L’avenir roulera-t-il aux carburants verts ?

par Agnès Rougier

Article publié le 09/06/2008 Dernière mise à jour le 05/12/2008 à 15:21 TU

L'herbe à éléphants ou miscanthus est de la famille des graminées.(Photo : Agnès Rougier/ RFI)

L'herbe à éléphants ou miscanthus est de la famille des graminées.
(Photo : Agnès Rougier/ RFI)

La France et l’Union européenne se sont fixé l’objectif d’intégrer 10 % d’agrocarburants, pour l’ensemble des transports, d’ici 2020, dans le but de réduire les émissions de gaz à effet de serre (GES).

Toutefois, les crises alimentaires et pétrolières pourraient remettre en cause le bien fondé de ces choix, d’autant que les bilans énergétiques ne semblent pas excellents : sous couvert de réduction des émissions de gaz à effets de serre, doit-on favoriser les cultures énergétiques quand la moitié du monde manque de nourriture ?

Une première génération discutable

Le colza est une plante issue d’un croisement spontané entre un chou et une navette.
(Photo : Agnès Rougier/ RFI)

Le colza est une plante issue d’un croisement spontané entre un chou et une navette.
(Photo : Agnès Rougier/ RFI)

Les plantes fournissent des « énergies renouvelables », dans la mesure où, durant leur croissance, elles absorbent, par photosynthèse, exactement la quantité de CO² qu’elles rejetteront lors de la combustion. Mais pour maîtriser la valeur écologique d’un carburant, il faut en faire le bilan énergétique global.

Or, en 2005, l’INRA produit une étude, publiée dans Inra magazine en juin 2007, qui montre que les bénéfices énergétiques et économiques des biocarburants de première génération sont insuffisants pour prétendre au remplacement de grandes quantités de ressources pétrolières.

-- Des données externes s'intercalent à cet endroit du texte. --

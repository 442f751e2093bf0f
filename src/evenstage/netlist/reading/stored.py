"""Cards of one shape in columns of numbers, filled row by row while the text is read."""

from __future__ import annotations

import re
from array import array
from itertools import accumulate, chain
from typing import TYPE_CHECKING, Final

import numpy as np

from evenstage.netlist.netlist import CardColumns
from evenstage.netlist.reading.tails import EqualTails, PlainTails

if TYPE_CHECKING:
    from collections.abc import Iterator, Sequence

    from evenstage.netlist.devices import IntArray
    from evenstage.netlist.intake import Values, Words
    from evenstage.netlist.reading.shapes import Shape

_ROLES: Final = ("node", "nodes", "target", "argument", "value")
#: Makes every blank of the grammar but the line feed one that ``bytes.split`` knows.
_SPACES: Final = bytes(32 if (b < 33 and b != 10) or b == 44 else b for b in range(256))
#: So many cards are looked at before it is decided how those to come are read.
_MANY: Final = 256
#: Parameters are taken for alike where each occurs at least so often.
_ALIKE: Final = 4
_NUMERIC = re.compile(rb"[+-]?\.?[0-9]|['\"{(]")


class ShapeColumns:
    """All cards of one shape.

    Parameters
    ----------
    number : int
        Of the shape.
    shape : Shape
        How they are read.
    words, values : Words and Values
        Those of the netlist.
    """

    def __init__(self, number: int, shape: Shape, words: Words, values: Values) -> None:
        self.number = number
        #: Matches a card; its groups are to be taken.
        self.match = shape.row.match
        self._rows: list[tuple[bytes, ...]] = []
        self.take = self._rows.append
        self._shape = shape
        self._tails: EqualTails | PlainTails | None = None
        self._is_settled = len(shape.keys) < 2
        self.hashes = array("q")
        self._letter = shape.letter
        self._words = words
        self._values = values
        kept = [role for role in shape.roles if role != "key"]
        places = {role: [i for i, r in enumerate(kept) if r == role] for role in _ROLES}
        self._node_places = places["node"]
        self._target_place = next(iter(places["target"]), None)
        self._run_place = next(iter(places["nodes"]), None)
        self._arguments = places["argument"]
        # Of parameters with one name the last counts.
        self._value_places = dict(zip(shape.keys, places["value"], strict=True))
        self._first_value = min(places["value"], default=0)
        self._nodes = [array("i") for _ in self._node_places]
        self._targets = array("i")
        self._run = array("i")
        self._run_ends = array("i", [0])
        self._columns = {name: array("i") for name in self._value_places}
        if self._arguments:
            self._columns[""] = array("i")

    def waiting(self) -> int:
        """Return how many rows have been taken, but not yet stored."""
        return len(self._rows)

    def store(self) -> None:
        """Turn the rows that wait into numbers."""
        columns = list(zip(*self._rows, strict=True))
        self._rows.clear()
        number = self._words.__getitem__
        self.hashes.extend(map(hash, columns[0]))
        for column, place in zip(self._nodes, self._node_places, strict=True):
            column.extend(map(number, columns[place]))
        if self._target_place is not None:
            self._targets.extend(map(number, columns[self._target_place]))
        if self._run_place is not None:
            self._store_run(columns[self._run_place])
        if self._arguments:
            self._store_values("", main_argument([columns[i] for i in self._arguments]))
        if self._tails is not None:
            self._store_tails(self._tails, columns)
            return
        for name, place in self._value_places.items():
            self._store_values(name, columns[place])
        if not self._is_settled and len(columns[0]) >= _MANY:
            self._settle([columns[place] for place in self._value_places.values()])

    def _settle(self, values: list[tuple[bytes, ...]]) -> None:
        """Decide how the cards to come are read: their parameters all at once, or each apart."""
        self._is_settled = True
        groups = [1 + place - self._first_value for place in self._value_places.values()]
        if _ALIKE * len(set(zip(*values, strict=True))) <= len(values[0]):
            self._tails = EqualTails(self._shape, groups, self._values)
            self.match = self._shape.joint.match
        elif self._shape.plain_joint and self._letter != "x":
            self._tails = PlainTails(self._shape, groups, self._values)
            self.match = self._shape.plain_joint.match

    def _store_tails(
        self, tails: EqualTails | PlainTails, columns: Sequence[Sequence[bytes]]
    ) -> None:
        texts = columns[-1:] if isinstance(tails, EqualTails) else columns[-2:]
        for name, numbers in zip(self._value_places, tails.numbers(*texts), strict=True):
            self._columns[name].frombytes(numbers.tobytes())
        if not tails.is_useful:
            self._tails, self.match = None, self._shape.row.match
            if isinstance(tails, EqualTails):
                self._is_settled = False

    def _store_values(self, name: str, texts: Sequence[bytes]) -> None:
        take = self._values.kept if self._letter == "x" else self._values.numbers_of
        self._columns[name].extend(take(texts))

    def _store_run(self, runs: Sequence[bytes]) -> None:
        words = list(map(bytes.split, b"\n".join(runs).translate(_SPACES).split(b"\n")))
        self._run.extend(map(self._words.__getitem__, chain.from_iterable(words)))
        ends = accumulate(map(len, words), initial=self._run_ends.pop())
        self._run_ends.extend(ends)

    def columns(self, numbers: IntArray, first: int, last: int) -> Iterator[CardColumns]:
        """Give the rows ``[first, last)``, which are the cards of some numbers."""
        values = {name: _view(column)[first:last] for name, column in self._columns.items()}
        targets = _view(self._targets)[first:last]
        if self._run_place is None:
            nodes = np.empty((len(self._nodes), last - first), np.int32)
            for row, column in zip(nodes, self._nodes, strict=True):
                row[:] = _view(column)[first:last]
            yield self._made(numbers, nodes, targets, values)
            return
        ends = _view(self._run_ends)[first : last + 1]
        lengths = np.diff(ends)
        for length in np.unique(lengths).tolist():
            rows = np.flatnonzero(lengths == length)
            nodes = _view(self._run)[ends[rows] + np.arange(length)[:, None]]
            named = targets[rows] if len(targets) else nodes[-1]
            chosen = {name: column[rows] for name, column in values.items()}
            yield self._made(numbers[rows], nodes if len(targets) else nodes[:-1], named, chosen)

    def _made(
        self, numbers: IntArray, nodes: IntArray, targets: IntArray, values: dict[str, IntArray]
    ) -> CardColumns:
        return CardColumns(
            letter=self._letter, numbers=numbers, nodes=nodes, targets=targets, values=values
        )


def _view(column: array[int]) -> IntArray:
    return np.frombuffer(column, np.int32)


def main_argument(arguments: list[tuple[bytes, ...]]) -> Sequence[bytes]:
    """Return the values of R and C cards from their unnamed arguments (value, model)."""
    if len(arguments) == 1:
        return arguments[0]
    return [
        next((text for text in row if _NUMERIC.match(text)), row[0])
        for row in zip(*arguments, strict=True)
    ]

Filières industrielles : en France, des bilans contestés

Le bilan énergétique d’une filière doit se calculer « de la graine à la roue », en tenant compte de l’intégralité de l’énergie dépensée pour produire le carburant, y compris l’apport d’intrants, le transport, la fabrication, et l’incorporation dans l’essence. Or la politique énergétique de la France s’est appuyée sur des bilans favorables présentés en 2002 par  l’ADEME. Ces bilans sont contestés aujourd’hui, car ils n’intègrent pas ni l’incorporation de l’ETBE (*) ni les changements d’affectation des sols, notamment dans le cas du colza, qui produit peu à l’hectare, et nécessite donc de grandes surfaces.

Les fleurs de colza produisent un nectar à partir duquel les abeilles font un miel clair, très riche en glucose, appelé souvent « miel de printemps ».(Photo : Agnès Rougier/ RFI)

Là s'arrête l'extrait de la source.